Material provided ->

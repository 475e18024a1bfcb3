//! Factorisation: it multiplies back, it is unique, and planted factors come out.

use std::collections::BTreeMap;

use mainspring::algebra::factor::{Factored, factor, is_irreducible, squarefree};
use mainspring::algebra::gcd::coprime;
use mainspring::algebra::monomial::{Monomial, Var};
use mainspring::algebra::number::rational;
use mainspring::algebra::polynomial::Poly;
use proptest::prelude::*;

use crate::generate::{laurent, sum_of_terms};

fn check_form(p: &Poly) -> Result<Factored, TestCaseError> {
    let result = factor(p);
    prop_assert_eq!(&result.expand(), p);
    for (k, (f, e)) in result.factors.iter().enumerate() {
        prop_assert!(*e > 0 && !f.is_constant());
        prop_assert_eq!(f, &f.primitive().part);
        prop_assert!(result.factors[..k].iter().all(|(g, _)| g < f && coprime(f, g)));
        prop_assert!(f.vars().iter().any(|&v| coprime(f, &f.formal_derivative(v))));
    }
    Ok(result)
}

fn multiset(parts: &[&Factored]) -> BTreeMap<Poly, u32> {
    let mut all = BTreeMap::new();
    for (f, e) in parts.iter().flat_map(|part| &part.factors) {
        *all.entry(f.clone()).or_insert(0) += e;
    }
    all
}

/// The factors of a product are those of its parts.
fn check_unique(a: &Poly, b: &Poly) -> Result<(), TestCaseError> {
    let (left, right, whole) = (check_form(a)?, check_form(b)?, check_form(&(a * b))?);
    prop_assert!(left.complete && right.complete && whole.complete, "{:?} · {:?}", a, b);
    prop_assert_eq!(multiset(&[&left, &right]), multiset(&[&whole]));
    Ok(())
}

/// The polynomial with every variable replaced by its k-th power, plus the product of the variables.
fn powered(p: &Poly, k: i32) -> Poly {
    let terms = p.terms().map(|(m, c)| (m.pow(k), c));
    let all = Monomial::from_pairs((0..3).map(|v| (Var::new(v), 1)));
    &Poly::from_terms(terms.collect()) + &Poly::monomial(all)
}

/// A rational root of a cubic or quadratic with small integer coefficients, found by trying all candidates.
fn has_rational_root(p: &Poly, v: Var) -> bool {
    (1..=6i64).any(|d| (-6..=6).any(|n| p.substitute(v, &Poly::constant(&rational(n, d))).is_zero()))
}

proptest! {
    #![proptest_config(ProptestConfig::with_cases(100))]

    #[test]
    fn unique_in_one_variable(a in sum_of_terms(1, 2..=4), b in sum_of_terms(1, 2..=4), c in sum_of_terms(1, 2..=4)) {
        check_unique(&(&a * &c.pow(2)), &(&b * &c))?;
    }

    #[test]
    fn unique_in_two_variables(a in sum_of_terms(2, 2..=5), b in sum_of_terms(2, 2..=5)) {
        check_unique(&a, &b)?;
    }

    #[test]
    fn unique_in_three_variables(a in sum_of_terms(3, 3..=6), b in sum_of_terms(3, 3..=6)) {
        check_unique(&a, &b)?;
        check_unique(&(&a * &b), &b)?;
    }

    #[test]
    fn unique_in_five_variables(a in sum_of_terms(5, 3..=6), b in sum_of_terms(5, 3..=6)) {
        check_unique(&a, &b)?;
    }

    #[test]
    fn unique_when_no_variable_is_linear(a in sum_of_terms(3, 3..=5), b in sum_of_terms(3, 3..=5)) {
        check_unique(&powered(&a, 2), &powered(&b, 3))?;
    }

    #[test]
    fn laurent_polynomials_multiply_back(p in laurent()) {
        check_form(&p)?;
    }

    #[test]
    fn low_degree_in_one_variable_is_decided_by_rational_roots(c in proptest::collection::vec(-6i64..=6, 3..=4)) {
        prop_assume!(c[0] != 0 && c[c.len() - 1] != 0);
        let v = Var::new(0);
        let terms = c.iter().enumerate().map(|(e, &c)| (Monomial::power(v, e as i32), rational(c, 1)));
        let p = Poly::from_terms(terms.collect());
        prop_assert_eq!(is_irreducible(&p), !has_rational_root(&p, v));
    }

    #[test]
    fn squarefree_parts_multiply_back(a in sum_of_terms(3, 2..=4), b in sum_of_terms(3, 2..=4)) {
        let p = &a.pow(3) * &b;
        let parts = squarefree(&p);
        let product = Poly::product(&parts.iter().map(|(f, e)| f.pow(*e)).collect::<Vec<_>>());
        prop_assert_eq!(product, p.primitive().part);
        for (k, (f, _)) in parts.iter().enumerate() {
            prop_assert!(parts[..k].iter().all(|(g, _)| coprime(f, g)));
        }
    }
}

The task ->
Please copy all lines of the listing in which the string "whole" occurs.

Reply to the exercise ->
    let (left, right, whole) = (check_form(a)?, check_form(b)?, check_form(&(a * b))?);
    prop_assert!(left.complete && right.complete && whole.complete, "{:?} · {:?}", a, b);
    prop_assert_eq!(multiset(&[&left, &right]), multiset(&[&whole]));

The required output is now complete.